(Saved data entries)
= Beginning of Section =

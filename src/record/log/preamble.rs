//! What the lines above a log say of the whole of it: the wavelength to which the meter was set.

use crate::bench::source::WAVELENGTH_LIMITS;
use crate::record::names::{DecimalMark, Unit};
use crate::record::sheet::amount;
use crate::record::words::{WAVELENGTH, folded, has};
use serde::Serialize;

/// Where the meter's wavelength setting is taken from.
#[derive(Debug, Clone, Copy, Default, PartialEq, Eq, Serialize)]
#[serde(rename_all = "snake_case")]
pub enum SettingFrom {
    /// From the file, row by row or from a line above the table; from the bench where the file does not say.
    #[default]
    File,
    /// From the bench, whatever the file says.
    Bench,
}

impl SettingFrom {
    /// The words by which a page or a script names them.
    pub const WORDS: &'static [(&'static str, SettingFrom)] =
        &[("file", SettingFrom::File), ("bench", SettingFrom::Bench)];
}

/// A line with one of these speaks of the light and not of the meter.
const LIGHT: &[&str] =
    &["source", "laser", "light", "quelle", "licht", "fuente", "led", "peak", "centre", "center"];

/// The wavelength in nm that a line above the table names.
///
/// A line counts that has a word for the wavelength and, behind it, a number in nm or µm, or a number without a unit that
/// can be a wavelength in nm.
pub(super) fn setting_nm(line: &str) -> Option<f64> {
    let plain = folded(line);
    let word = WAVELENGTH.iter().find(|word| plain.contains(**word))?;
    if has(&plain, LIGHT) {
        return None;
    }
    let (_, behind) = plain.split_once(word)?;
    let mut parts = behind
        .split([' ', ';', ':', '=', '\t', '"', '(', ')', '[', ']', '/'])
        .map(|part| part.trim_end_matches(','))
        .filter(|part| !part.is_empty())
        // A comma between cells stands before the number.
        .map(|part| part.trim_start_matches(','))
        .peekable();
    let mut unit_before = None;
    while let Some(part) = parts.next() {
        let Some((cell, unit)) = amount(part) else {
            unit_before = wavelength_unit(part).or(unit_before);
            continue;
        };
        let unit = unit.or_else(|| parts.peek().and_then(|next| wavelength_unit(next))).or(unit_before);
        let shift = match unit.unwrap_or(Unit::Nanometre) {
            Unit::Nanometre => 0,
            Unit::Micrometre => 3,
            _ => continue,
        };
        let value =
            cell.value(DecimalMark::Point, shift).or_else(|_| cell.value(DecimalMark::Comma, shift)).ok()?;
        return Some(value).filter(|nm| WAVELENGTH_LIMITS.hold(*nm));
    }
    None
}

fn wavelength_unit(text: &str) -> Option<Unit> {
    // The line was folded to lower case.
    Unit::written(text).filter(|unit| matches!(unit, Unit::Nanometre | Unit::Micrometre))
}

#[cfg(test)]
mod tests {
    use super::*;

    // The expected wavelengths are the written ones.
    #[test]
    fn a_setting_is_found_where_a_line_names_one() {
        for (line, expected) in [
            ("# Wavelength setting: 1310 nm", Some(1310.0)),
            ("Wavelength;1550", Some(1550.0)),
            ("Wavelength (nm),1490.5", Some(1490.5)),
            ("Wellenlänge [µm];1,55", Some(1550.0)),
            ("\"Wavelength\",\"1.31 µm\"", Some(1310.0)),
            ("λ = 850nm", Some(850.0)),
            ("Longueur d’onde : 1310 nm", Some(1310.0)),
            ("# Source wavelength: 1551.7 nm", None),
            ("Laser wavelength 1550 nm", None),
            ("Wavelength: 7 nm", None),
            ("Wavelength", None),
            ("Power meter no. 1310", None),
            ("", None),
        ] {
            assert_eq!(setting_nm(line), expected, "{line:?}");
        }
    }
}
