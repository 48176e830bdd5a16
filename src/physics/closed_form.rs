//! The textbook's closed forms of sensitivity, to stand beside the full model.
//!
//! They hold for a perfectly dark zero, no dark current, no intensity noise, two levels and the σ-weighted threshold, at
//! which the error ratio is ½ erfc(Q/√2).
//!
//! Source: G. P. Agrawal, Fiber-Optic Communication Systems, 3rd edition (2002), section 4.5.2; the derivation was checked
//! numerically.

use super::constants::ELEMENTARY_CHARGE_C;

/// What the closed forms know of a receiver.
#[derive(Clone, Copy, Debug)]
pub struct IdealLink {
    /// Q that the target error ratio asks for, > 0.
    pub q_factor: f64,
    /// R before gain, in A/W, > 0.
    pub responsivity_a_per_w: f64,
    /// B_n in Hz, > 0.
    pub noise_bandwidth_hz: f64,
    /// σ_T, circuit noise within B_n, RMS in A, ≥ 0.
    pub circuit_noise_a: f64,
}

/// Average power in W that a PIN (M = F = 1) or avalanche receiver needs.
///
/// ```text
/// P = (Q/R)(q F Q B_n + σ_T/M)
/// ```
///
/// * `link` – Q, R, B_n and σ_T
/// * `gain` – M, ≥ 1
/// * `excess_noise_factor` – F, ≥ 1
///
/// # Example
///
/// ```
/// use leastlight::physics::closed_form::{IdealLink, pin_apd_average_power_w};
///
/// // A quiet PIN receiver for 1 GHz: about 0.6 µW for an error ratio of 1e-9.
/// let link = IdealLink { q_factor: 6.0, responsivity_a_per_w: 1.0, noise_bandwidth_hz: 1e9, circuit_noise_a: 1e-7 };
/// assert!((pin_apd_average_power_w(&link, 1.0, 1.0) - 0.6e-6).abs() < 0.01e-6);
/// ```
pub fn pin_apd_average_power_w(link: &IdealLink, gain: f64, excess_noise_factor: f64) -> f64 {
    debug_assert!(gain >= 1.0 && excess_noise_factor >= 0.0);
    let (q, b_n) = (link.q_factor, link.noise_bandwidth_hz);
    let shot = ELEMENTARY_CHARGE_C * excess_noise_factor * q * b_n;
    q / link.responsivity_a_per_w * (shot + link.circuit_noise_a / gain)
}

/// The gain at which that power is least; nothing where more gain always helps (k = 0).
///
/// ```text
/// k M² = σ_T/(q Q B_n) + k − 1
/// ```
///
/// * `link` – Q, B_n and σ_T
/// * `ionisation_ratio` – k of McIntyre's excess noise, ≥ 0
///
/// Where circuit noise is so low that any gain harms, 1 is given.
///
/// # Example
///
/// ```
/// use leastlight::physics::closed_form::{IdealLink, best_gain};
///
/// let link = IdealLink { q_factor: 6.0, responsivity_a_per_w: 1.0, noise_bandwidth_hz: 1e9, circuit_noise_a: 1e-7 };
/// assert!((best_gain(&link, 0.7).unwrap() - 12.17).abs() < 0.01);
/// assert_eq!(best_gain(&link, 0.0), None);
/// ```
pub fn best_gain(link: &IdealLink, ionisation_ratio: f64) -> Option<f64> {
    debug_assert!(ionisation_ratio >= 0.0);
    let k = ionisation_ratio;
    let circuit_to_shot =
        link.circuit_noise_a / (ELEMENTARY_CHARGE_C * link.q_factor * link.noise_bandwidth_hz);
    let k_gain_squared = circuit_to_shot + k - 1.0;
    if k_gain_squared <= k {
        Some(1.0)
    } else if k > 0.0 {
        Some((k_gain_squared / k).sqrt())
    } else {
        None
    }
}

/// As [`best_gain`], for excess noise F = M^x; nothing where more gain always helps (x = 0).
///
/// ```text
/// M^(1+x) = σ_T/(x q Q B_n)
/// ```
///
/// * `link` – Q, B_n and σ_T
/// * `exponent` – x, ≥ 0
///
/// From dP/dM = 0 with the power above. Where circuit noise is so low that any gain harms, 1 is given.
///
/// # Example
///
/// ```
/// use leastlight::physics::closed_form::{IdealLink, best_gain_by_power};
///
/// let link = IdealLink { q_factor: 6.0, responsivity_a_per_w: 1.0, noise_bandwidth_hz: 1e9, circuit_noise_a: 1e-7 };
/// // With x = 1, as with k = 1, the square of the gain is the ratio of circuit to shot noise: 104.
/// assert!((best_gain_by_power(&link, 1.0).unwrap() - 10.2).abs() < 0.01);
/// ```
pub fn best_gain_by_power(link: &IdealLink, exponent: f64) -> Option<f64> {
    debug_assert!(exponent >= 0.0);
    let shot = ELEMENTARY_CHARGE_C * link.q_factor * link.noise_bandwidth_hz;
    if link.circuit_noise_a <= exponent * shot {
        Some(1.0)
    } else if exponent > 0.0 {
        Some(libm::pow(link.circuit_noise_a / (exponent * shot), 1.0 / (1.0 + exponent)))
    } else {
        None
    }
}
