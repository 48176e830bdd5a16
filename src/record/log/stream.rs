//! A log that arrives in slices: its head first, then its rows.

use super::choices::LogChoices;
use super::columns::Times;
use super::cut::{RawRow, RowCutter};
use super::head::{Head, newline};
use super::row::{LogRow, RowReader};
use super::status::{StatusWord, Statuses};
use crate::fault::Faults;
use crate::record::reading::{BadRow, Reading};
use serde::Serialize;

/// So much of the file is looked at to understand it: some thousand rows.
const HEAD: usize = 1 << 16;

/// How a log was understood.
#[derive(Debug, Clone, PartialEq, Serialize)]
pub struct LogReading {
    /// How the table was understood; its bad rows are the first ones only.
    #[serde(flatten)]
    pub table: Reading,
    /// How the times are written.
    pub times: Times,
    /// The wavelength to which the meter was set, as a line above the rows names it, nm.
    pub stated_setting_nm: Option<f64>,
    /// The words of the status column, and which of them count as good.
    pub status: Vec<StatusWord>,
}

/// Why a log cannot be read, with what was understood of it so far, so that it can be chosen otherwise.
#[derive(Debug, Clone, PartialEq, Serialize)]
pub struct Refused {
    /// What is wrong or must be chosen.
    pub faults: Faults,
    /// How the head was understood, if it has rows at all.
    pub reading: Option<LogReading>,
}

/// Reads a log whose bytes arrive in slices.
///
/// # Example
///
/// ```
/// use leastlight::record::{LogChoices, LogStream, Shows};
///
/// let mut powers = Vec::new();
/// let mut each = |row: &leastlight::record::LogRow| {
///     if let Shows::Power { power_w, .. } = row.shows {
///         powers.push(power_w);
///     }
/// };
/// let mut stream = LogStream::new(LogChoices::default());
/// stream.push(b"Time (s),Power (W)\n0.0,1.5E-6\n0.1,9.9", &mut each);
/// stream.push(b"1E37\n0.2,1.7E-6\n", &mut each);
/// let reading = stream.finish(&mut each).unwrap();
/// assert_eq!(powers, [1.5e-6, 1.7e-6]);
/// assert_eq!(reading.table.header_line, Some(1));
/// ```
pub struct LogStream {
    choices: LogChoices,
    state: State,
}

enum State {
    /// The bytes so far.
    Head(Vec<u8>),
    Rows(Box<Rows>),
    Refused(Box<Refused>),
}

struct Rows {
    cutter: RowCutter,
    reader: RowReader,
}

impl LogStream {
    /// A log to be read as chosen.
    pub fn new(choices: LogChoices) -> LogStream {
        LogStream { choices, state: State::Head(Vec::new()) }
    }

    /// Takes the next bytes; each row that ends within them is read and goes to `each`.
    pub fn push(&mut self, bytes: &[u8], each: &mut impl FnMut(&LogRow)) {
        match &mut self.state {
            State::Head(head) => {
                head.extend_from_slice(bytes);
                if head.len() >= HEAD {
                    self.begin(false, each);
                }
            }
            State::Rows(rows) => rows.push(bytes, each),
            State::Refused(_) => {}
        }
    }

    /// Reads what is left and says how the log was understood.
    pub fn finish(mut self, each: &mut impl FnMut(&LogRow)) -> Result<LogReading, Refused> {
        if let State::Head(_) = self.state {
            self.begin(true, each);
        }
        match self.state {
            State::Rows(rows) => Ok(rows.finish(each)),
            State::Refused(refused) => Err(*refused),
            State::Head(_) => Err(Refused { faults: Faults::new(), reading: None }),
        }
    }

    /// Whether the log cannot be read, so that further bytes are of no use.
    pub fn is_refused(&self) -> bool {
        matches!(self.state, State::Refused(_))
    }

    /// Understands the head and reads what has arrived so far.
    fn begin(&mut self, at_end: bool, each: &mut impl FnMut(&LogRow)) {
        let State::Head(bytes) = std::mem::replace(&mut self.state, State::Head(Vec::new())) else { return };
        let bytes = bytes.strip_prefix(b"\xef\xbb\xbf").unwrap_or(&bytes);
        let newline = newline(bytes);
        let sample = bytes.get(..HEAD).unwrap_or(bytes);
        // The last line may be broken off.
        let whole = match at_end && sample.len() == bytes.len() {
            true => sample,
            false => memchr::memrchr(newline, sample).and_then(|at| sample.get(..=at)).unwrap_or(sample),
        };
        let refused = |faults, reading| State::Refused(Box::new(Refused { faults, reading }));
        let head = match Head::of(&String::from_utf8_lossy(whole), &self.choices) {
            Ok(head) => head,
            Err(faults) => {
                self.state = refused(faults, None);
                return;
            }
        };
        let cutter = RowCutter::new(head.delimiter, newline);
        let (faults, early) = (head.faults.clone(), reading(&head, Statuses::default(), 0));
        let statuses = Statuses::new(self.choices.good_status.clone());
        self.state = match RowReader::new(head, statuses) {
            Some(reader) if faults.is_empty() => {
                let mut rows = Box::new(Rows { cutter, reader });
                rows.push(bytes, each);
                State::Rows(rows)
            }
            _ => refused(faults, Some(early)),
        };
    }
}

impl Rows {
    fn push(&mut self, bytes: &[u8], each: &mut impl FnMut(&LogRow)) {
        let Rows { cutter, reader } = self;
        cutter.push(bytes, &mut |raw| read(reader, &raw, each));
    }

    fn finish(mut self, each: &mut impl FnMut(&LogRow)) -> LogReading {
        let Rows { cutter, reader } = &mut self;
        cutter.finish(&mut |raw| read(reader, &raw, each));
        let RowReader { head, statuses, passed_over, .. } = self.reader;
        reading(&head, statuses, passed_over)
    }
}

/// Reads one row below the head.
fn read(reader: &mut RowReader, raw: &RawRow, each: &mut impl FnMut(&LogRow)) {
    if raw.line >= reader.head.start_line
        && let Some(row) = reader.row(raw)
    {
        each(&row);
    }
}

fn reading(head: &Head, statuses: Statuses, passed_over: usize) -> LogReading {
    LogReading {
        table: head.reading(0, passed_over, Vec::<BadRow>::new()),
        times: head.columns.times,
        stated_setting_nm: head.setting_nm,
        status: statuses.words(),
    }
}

= End of Section =

- Exercise brief -
Which lines of the records above hold the word "given"? Copy each one out.

- Result of this task -
/// Where circuit noise is so low that any gain harms, 1 is given.
/// From dP/dM = 0 with the power above. Where circuit noise is so low that any gain harms, 1 is given.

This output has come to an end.